A gentle word, a kind look, a good-natured smile can work wonders and accomplish miracles. – William Hazlitt
When life has done its best to kick you, leave you out in the cold with nowhere—or no one—to turn to, sometimes even the smallest of kindnesses can feel like a miracle.
Cal Harrison knows this because he’s learned it the hard way, living on the streets, sleeping under bridges, begging for food and loose change, trying to find day-work that will at least give him enough coin for a meal at McDonalds. To say that Cal is at the lowest ebb of his life doesn’t go far enough to describe where he is at the moment he ducks into a neighborhood bar during a torrential downpour, hoping for nothing more than a few minutes to try and warm up before he’s forced to leave.

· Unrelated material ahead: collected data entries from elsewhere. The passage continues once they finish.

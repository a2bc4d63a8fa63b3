//! The pure crates stay pure: nothing that waits, listens, opens files or draws lots is in
//! their dependency trees. (`clippy.toml` bans the calls of the standard library.)

use ratewright_tests::dependencies;

const PURE: [&str; 7] = [
    "ratewright-ratio",
    "ratewright-timing",
    "ratewright-control",
    "ratewright-declarations",
    "ratewright-rehearsal",
    "ratewright-pictures",
    "ratewright-handle",
];

const IMPURE: [&str; 15] = [
    "async-std",
    "axum",
    "getrandom",
    "hyper",
    "mio",
    "rand",
    "reqwest",
    "rusqlite",
    "rustix",
    "smol",
    "socket2",
    "tokio",
    "tonic",
    "ureq",
    "uuid",
];

#[test]
fn no_pure_crate_depends_on_the_outside_world() {
    for pure in PURE {
        let tree = dependencies(pure);
        assert!(
            tree.iter().any(|name| name == pure),
            "{pure} is missing from its own tree"
        );
        for impure in IMPURE {
            assert!(
                !tree.iter().any(|name| name == impure),
                "{pure} depends on {impure}"
            );
        }
    }
}

#[test]
fn ratio_and_timing_know_nothing_of_each_other_nor_of_the_wire() {
    for (pure, stranger) in [
        ("ratewright-ratio", "ratewright-timing"),
        ("ratewright-timing", "ratewright-ratio"),
        ("ratewright-control", "ratewright-proto"),
        ("ratewright-client", "ratewright-timing"),
        ("ratewright-client", "ratewright-control"),
    ] {
        let tree = dependencies(pure);
        assert!(
            !tree.iter().any(|name| name == stranger),
            "{pure} depends on {stranger}"
        );
    }
}

#[test]
fn the_check_can_fail() {
    assert!(
        dependencies("ratewright-client")
            .iter()
            .any(|name| name == "tokio")
    );
}
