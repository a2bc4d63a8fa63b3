//! A real clock, recorded: reported through the command line to a daemon, its estimate must end
//! at the rate that an independent fit gives for the end of the record.
#![allow(
    clippy::disallowed_methods,
    reason = "a whole system: processes, sockets and files"
)]

use std::process::{Command, Output};

use ratewright_server::{Daemon, config::Config};
use ratewright_tests::{binary, workspace};
use serde_json::Value;

/// Least-squares rate over pulses 3000 to 3588, the last ten minutes: numpy 2.4.6 `polyfit`. The
/// rate has all but settled there: the ten minutes before differ by 0.008 ppm.
/// (`tests/data/README.md` has the source of the record.)
const END_RATE_PPM: f64 = -5.476_489_885;

async fn daemon(store: &std::path::Path) -> Daemon {
    let config = Config {
        grpc: "127.0.0.1:0".parse().expect("an address"),
        people: "127.0.0.1:0".parse().expect("an address"),
        store: store.to_owned(),
        ..Config::default()
    };
    Daemon::builder(config).start().await.expect("it starts")
}

async fn report(daemon: &Daemon, file: std::path::PathBuf) -> Output {
    let server = format!("http://{}", daemon.grpc());
    let command = move || {
        Command::new(binary("ratewright-cli", "ratewright"))
            .args([
                "report",
                "node",
                "--declare",
                "1M",
                "--json",
                "--server",
                &server,
            ])
            .args(["--count-column", "node_us", "--bits", "64"])
            .args(["--reference-column", "seq", "--reference-unit", "s"])
            .args(["--reference", "gps", "--declare-reference"])
            .arg(file)
            .output()
            .expect("it runs")
    };
    tokio::task::spawn_blocking(command)
        .await
        .expect("no panic")
}

fn ppm(summary: &Value, key: &str) -> f64 {
    summary["clock"]["estimate"][key]
        .as_f64()
        .unwrap_or_else(|| panic!("no {key} in {summary}"))
}

#[tokio::test(flavor = "multi_thread")]
async fn a_recorded_clock_ends_at_its_known_rate() {
    let store = tempfile::tempdir().expect("a folder");
    let daemon = daemon(store.path()).await;
    let record = workspace().join("tests/data/node_clock_at_gps_pps_1h.csv");
    let output = report(&daemon, record).await;
    let said = String::from_utf8_lossy(&output.stderr);
    assert!(output.status.success(), "{said}");
    let summary: Value = serde_json::from_slice(&output.stdout).expect("JSON");
    assert_eq!(summary["accepted"], 3589);
    let (low, high) = (
        ppm(&summary, "drift_low_ppm"),
        ppm(&summary, "drift_high_ppm"),
    );
    assert!(
        (low..=high).contains(&END_RATE_PPM),
        "{END_RATE_PPM} is not in {low}..{high}"
    );
    assert!(
        (ppm(&summary, "drift_ppm") - END_RATE_PPM).abs() <= 0.2,
        "{summary}"
    );
    assert!(high - low <= 0.2, "too little was learned: {low}..{high}");
    daemon.drain().await.expect("a clean end");
}

#[tokio::test(flavor = "multi_thread")]
async fn a_bent_line_is_refused_by_its_number_and_the_rest_counts() {
    let store = tempfile::tempdir().expect("a folder");
    let daemon = daemon(store.path()).await;
    let bent = store.path().join("bent.csv");
    let lines: String = (1..=100)
        .map(|second| match second {
            50 => "7,7000000\n".to_owned(), // a second that is long past
            _ => format!("{second},{}\n", second * 1_000_000),
        })
        .collect();
    std::fs::write(&bent, format!("seq,node_us\n{lines}")).expect("a file");
    let output = report(&daemon, bent).await;
    assert_eq!(output.status.code(), Some(1));
    let summary: Value = serde_json::from_slice(&output.stdout).expect("JSON");
    assert_eq!(
        (&summary["sent"], &summary["accepted"]),
        (&100.into(), &99.into())
    );
    let refused = summary["refusals"].to_string();
    assert!(
        refused.contains("51") && refused.contains("7000000000"),
        "{refused}"
    );
    daemon.drain().await.expect("a clean end");
}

Matt Kirkland is a man who is about as far on the opposite spectrum of Cal’s brand of luck as a man can be, having just landed a deal that transformed him from just another unknown member of the masses who’d happened to create a social website into an internet mogul, not to mention a very wealthy man, nearly overnight. Matt is one of those men whose star is rising but whose head and feet are still planted very much on the ground, and when he happens to be in the bar the day that Cal wanders in, it’s a moment that will change both of their lives in significant ways.
Matt sees something in Cal that can only be explained by way of miracles. The man is cold, wet, hungry, grimy, bordering on skeletal, and just about as odorous as a man can be, yet when Matt sees him all he wants is to know Cal better, to buy him a meal and a hot cup of coffee and show Cal that the world can be a little less cruel, if only Cal will accept Matt’s offer of help. The only problem is that in Cal’s experience, charity never comes without a price, and that’s a price he’s not willing to pay. He’s survived this long without having to sell himself for a warm shower and a few bucks. He’s not about to start doing it now, regardless of how attractive the idea might be.

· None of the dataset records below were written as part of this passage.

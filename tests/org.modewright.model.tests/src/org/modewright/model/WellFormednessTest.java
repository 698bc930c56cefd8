package org.modewright.model;

import static org.junit.jupiter.api.Assertions.assertEquals;
import static org.junit.jupiter.api.Assertions.assertFalse;
import static org.junit.jupiter.api.Assertions.assertSame;
import static org.junit.jupiter.api.Assertions.assertTrue;
import static org.modewright.model.Severity.ERROR;
import static org.modewright.model.Severity.INFO;
import static org.modewright.model.Severity.WARNING;

import java.util.List;
import java.util.Set;
import java.util.TreeSet;
import java.util.function.Consumer;
import java.util.stream.Collectors;
import java.util.stream.Stream;

import org.eclipse.emf.ecore.EObject;
import org.eclipse.emf.ecore.util.InternalEList;
import org.junit.jupiter.api.Test;
import org.junit.jupiter.params.ParameterizedTest;
import org.junit.jupiter.params.provider.MethodSource;
import org.modewright.model.structure.Component;
import org.modewright.model.structure.Level;
import org.modewright.model.structure.LoadPattern;
import org.modewright.model.structure.Member;
import org.modewright.model.structure.MemberLoad;
import org.modewright.model.structure.Node;
import org.modewright.model.structure.NodeLoad;
import org.modewright.model.structure.RigidFloor;
import org.modewright.model.structure.RigidLink;
import org.modewright.model.structure.Spring;
import org.modewright.model.structure.SpringCoupling;
import org.modewright.model.structure.StructuralModel;
import org.modewright.model.structure.StructureFactory;
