package org.modewright.samples;

import java.io.FileNotFoundException;
import java.io.IOException;
import java.io.InputStream;
import java.util.Objects;

/**
 * A model that comes with the program.
 *
 * @param name what the command line calls it; its file is the name with the extension {@code .modewright}
 * @param title what it is, for people
 */
public record Sample(String name, String title) {

    private static final String FOLDER = "/samples/";
    private static final String EXTENSION = ".modewright";

    /** Checks that both are there. */
    public Sample {
        Objects.requireNonNull(name, "name");
        Objects.requireNonNull(title, "title");
    }

    /** Name of the model file. */
    public String fileName() {
        return name + EXTENSION;
    }

    /**
     * Opens the model file; the caller closes it.
     *
     * @throws IOException if the program is incomplete
     */
    public InputStream open() throws IOException {
        InputStream stream = Sample.class.getResourceAsStream(FOLDER + fileName());
        if (stream == null) {
            throw new FileNotFoundException(fileName() + " is not part of this program; install it anew");
        }
        return stream;
    }
}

Ellen Holiday’s Small Miracles is a warm and uplifting story about a man who wants to give and a man who is unwilling—and let’s face it, terrified—to grab hold of what’s being offered. Nothing comes without a price in Cal’s vast experience, not even miracles, and he’s a firm believer in the fact that Fate and the kindness that has been done to him isn’t something he can pin his hopes on without it being torn away from him just as he’s learned to depend upon it.
This is a story of a man who will go to any length to prove his sincerity, to prove that what he has to offer isn’t merely a bed for a night but is the gift of warmth and friendship and kindness and hopefully, in the end, something so much more.
Having read and very much liked this author’s Inside the Beltway, I think it’s safe to say I’ve cottoned on to her storytelling style and the brand of romance she offers. I wanted very much for Matt to be able to touch that part of Cal that’d been taught that trust and hope leads to pain and disappointment, that life was nothing but a series of raw deals, and when it finally happened, on Cal’s terms, I found myself wishing that the story had lasted just a few pages more, to see where Cal and Matt went after The End.